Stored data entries
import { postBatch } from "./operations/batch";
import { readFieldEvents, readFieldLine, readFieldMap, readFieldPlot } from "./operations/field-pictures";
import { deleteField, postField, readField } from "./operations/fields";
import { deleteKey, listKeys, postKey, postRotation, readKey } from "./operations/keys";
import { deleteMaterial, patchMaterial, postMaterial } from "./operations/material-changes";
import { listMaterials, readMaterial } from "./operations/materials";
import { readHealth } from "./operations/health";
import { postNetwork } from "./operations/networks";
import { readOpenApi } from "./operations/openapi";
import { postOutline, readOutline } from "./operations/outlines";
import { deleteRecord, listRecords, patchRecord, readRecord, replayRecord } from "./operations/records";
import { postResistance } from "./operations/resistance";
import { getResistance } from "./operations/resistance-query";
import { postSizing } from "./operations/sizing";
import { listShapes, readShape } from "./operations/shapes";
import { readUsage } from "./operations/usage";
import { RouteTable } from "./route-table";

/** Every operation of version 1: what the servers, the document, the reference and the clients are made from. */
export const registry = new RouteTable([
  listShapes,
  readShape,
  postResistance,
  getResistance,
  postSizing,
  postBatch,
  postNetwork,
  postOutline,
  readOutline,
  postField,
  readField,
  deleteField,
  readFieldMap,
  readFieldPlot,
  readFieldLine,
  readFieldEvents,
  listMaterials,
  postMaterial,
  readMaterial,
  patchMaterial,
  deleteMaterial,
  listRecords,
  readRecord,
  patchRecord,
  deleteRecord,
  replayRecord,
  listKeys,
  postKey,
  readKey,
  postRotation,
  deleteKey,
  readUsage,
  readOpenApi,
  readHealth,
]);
* * *
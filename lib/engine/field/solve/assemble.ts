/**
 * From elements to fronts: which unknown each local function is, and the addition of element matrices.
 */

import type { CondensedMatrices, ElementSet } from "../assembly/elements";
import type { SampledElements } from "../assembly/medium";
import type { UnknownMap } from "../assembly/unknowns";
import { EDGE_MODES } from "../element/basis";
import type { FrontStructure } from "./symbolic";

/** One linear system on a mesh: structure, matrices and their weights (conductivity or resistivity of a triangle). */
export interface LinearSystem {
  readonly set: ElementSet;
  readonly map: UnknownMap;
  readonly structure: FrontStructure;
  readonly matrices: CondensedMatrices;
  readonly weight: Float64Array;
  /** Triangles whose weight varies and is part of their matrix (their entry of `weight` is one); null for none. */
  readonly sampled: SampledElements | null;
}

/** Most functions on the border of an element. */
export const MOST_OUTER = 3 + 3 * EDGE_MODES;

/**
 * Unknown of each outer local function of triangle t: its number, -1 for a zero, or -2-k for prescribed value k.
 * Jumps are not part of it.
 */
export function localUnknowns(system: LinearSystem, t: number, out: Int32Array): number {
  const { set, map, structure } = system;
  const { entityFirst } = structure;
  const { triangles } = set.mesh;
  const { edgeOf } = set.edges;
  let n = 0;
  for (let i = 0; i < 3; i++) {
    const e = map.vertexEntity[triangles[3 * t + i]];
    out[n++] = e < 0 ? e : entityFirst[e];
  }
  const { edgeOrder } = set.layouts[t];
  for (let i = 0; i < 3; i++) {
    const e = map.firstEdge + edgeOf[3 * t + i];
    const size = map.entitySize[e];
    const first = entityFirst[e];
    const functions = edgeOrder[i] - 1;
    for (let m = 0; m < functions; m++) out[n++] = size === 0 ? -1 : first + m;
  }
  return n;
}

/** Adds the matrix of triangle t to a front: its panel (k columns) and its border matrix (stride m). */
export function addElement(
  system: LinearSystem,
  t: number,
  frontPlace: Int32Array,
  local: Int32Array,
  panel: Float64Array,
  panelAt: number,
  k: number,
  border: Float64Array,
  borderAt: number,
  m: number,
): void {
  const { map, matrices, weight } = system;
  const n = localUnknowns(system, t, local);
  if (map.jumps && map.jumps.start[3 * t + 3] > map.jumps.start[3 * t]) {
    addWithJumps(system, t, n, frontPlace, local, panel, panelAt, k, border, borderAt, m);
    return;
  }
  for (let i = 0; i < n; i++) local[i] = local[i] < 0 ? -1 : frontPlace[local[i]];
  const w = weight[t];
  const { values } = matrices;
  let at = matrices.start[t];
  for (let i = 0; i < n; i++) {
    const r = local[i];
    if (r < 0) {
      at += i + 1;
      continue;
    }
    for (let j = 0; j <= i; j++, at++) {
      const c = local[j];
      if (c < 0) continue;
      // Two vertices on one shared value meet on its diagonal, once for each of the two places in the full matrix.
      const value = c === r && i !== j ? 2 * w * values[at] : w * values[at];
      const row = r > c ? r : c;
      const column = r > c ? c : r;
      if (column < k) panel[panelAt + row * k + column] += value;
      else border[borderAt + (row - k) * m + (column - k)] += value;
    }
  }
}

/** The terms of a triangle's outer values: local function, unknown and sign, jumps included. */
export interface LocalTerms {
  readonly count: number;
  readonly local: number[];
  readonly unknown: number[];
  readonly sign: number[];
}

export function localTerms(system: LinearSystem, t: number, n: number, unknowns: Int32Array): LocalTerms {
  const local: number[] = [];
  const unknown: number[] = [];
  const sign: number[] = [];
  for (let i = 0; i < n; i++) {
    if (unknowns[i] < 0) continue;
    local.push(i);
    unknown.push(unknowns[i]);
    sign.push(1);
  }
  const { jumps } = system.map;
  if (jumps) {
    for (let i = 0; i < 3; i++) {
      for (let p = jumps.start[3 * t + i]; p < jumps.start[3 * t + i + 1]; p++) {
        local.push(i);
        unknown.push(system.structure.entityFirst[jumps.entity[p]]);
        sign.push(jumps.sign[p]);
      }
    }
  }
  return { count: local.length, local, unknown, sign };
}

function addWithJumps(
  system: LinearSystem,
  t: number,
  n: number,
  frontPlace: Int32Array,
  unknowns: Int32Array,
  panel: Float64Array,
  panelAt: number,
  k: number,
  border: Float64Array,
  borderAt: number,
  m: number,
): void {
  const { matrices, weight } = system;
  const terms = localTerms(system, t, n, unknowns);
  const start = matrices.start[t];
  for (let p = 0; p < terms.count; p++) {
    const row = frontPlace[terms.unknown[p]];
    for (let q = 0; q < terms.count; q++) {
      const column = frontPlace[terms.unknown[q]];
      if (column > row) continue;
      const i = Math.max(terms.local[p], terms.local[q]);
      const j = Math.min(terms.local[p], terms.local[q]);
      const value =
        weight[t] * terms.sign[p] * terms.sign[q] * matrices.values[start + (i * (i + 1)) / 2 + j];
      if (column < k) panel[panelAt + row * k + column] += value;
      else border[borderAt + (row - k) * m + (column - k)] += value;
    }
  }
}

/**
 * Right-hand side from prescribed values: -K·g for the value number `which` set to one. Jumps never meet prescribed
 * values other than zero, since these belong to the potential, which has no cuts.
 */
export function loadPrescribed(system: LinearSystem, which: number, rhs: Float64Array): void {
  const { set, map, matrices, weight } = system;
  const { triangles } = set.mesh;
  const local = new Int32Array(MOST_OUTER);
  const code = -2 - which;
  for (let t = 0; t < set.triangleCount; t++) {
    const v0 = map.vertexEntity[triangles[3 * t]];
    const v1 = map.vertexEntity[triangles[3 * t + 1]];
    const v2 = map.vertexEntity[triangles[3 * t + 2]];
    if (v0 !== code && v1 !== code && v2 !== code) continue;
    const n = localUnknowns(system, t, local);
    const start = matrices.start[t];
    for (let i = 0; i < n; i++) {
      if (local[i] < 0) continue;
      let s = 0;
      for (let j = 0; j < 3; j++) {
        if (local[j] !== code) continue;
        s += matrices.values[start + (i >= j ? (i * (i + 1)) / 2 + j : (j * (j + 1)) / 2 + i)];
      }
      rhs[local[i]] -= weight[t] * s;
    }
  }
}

[Problem requirements] Which lines in the data above contain "readFieldEvents"? Show each one.

[Reply]
import { readFieldEvents, readFieldLine, readFieldMap, readFieldPlot } from "./operations/field-pictures";
  readFieldEvents,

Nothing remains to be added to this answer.